● YOUR TASK
Lines in the listing below that contain the string "bbox" are to be found and copied.

● INFORMATION GIVEN
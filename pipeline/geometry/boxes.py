"""Which labelled boxes the ground model may learn from, gathered as arrays for the fit."""

from __future__ import annotations

from collections.abc import Mapping
from dataclasses import dataclass

import numpy as np

from ..dataset import Annotation, Dataset, Scene

BORDER_PX = 1.0
"""A box within this many pixels of an image edge is truncated by the frame and is not used for fitting."""


@dataclass(frozen=True)
class Boxes:
    """Usable boxes as parallel arrays: bottom row, height (px), class index and image index."""

    bottom: np.ndarray
    height: np.ndarray
    cls: np.ndarray
    image: np.ndarray

    def subset(self, keep: np.ndarray) -> Boxes:
        """The boxes where ``keep`` ((N,) bool) is true; image indices unchanged."""
        return Boxes(self.bottom[keep], self.height[keep], self.cls[keep], self.image[keep])


def usable_boxes(dataset: Dataset) -> dict[str, tuple[np.ndarray, np.ndarray]]:
    """Boxes fit for the ground model, per class name: ``(bottom_rows, heights)`` float64 arrays.

    Left out (see :func:`is_usable`): ``iscrowd`` regions and boxes within :data:`BORDER_PX` of an image
    edge (truncated by the frame, so their height or bottom row is not the object's).
    """
    names = dataset.category_names()
    rows: dict[str, tuple[list[float], list[float]]] = {name: ([], []) for name in names.values()}
    for scene in dataset.scenes:
        for ann in scene.annotations:
            if is_usable(ann, scene):
                rows[names[ann.category_id]][0].append(ann.bottom_row)
                rows[names[ann.category_id]][1].append(ann.bbox[3])
    return {name: (np.asarray(b, dtype=np.float64), np.asarray(h, dtype=np.float64)) for name, (b, h) in rows.items()}


def is_usable(ann: Annotation, scene: Scene) -> bool:
    """False for a crowd region or a box within :data:`BORDER_PX` of an edge of its image."""
    x, y, w, h = ann.bbox
    inside = BORDER_PX < x and BORDER_PX < y and x + w < scene.width - BORDER_PX and y + h < scene.height - BORDER_PX
    return inside and not ann.iscrowd


def collect_boxes(
    dataset: Dataset, names: list[str], group_of_image: Mapping[int, int]
) -> tuple[Boxes, list[int], np.ndarray]:
    """Usable boxes of the classes ``names`` in the images ``group_of_image`` names, as arrays.

    Returns the boxes, the image id of each image index, and the group index of each image index.
    """
    class_index = {c.id: names.index(c.name) for c in dataset.categories if c.name in names}
    image_ids: list[int] = []
    bottom, heights, cls, image = [], [], [], []
    for scene in dataset.scenes:
        if scene.id not in group_of_image:
            continue
        picked = [a for a in scene.annotations if a.category_id in class_index and is_usable(a, scene)]
        if not picked:
            continue
        for ann in picked:
            bottom.append(ann.bottom_row)
            heights.append(ann.bbox[3])
            cls.append(class_index[ann.category_id])
            image.append(len(image_ids))
        image_ids.append(scene.id)
    boxes = Boxes(
        bottom=np.asarray(bottom, dtype=np.float64),
        height=np.asarray(heights, dtype=np.float64),
        cls=np.asarray(cls, dtype=np.int64),
        image=np.asarray(image, dtype=np.int64),
    )
    return boxes, image_ids, np.asarray([group_of_image[i] for i in image_ids], dtype=np.int64)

● WRITTEN RESPONSE
                rows[names[ann.category_id]][1].append(ann.bbox[3])
    x, y, w, h = ann.bbox
            heights.append(ann.bbox[3])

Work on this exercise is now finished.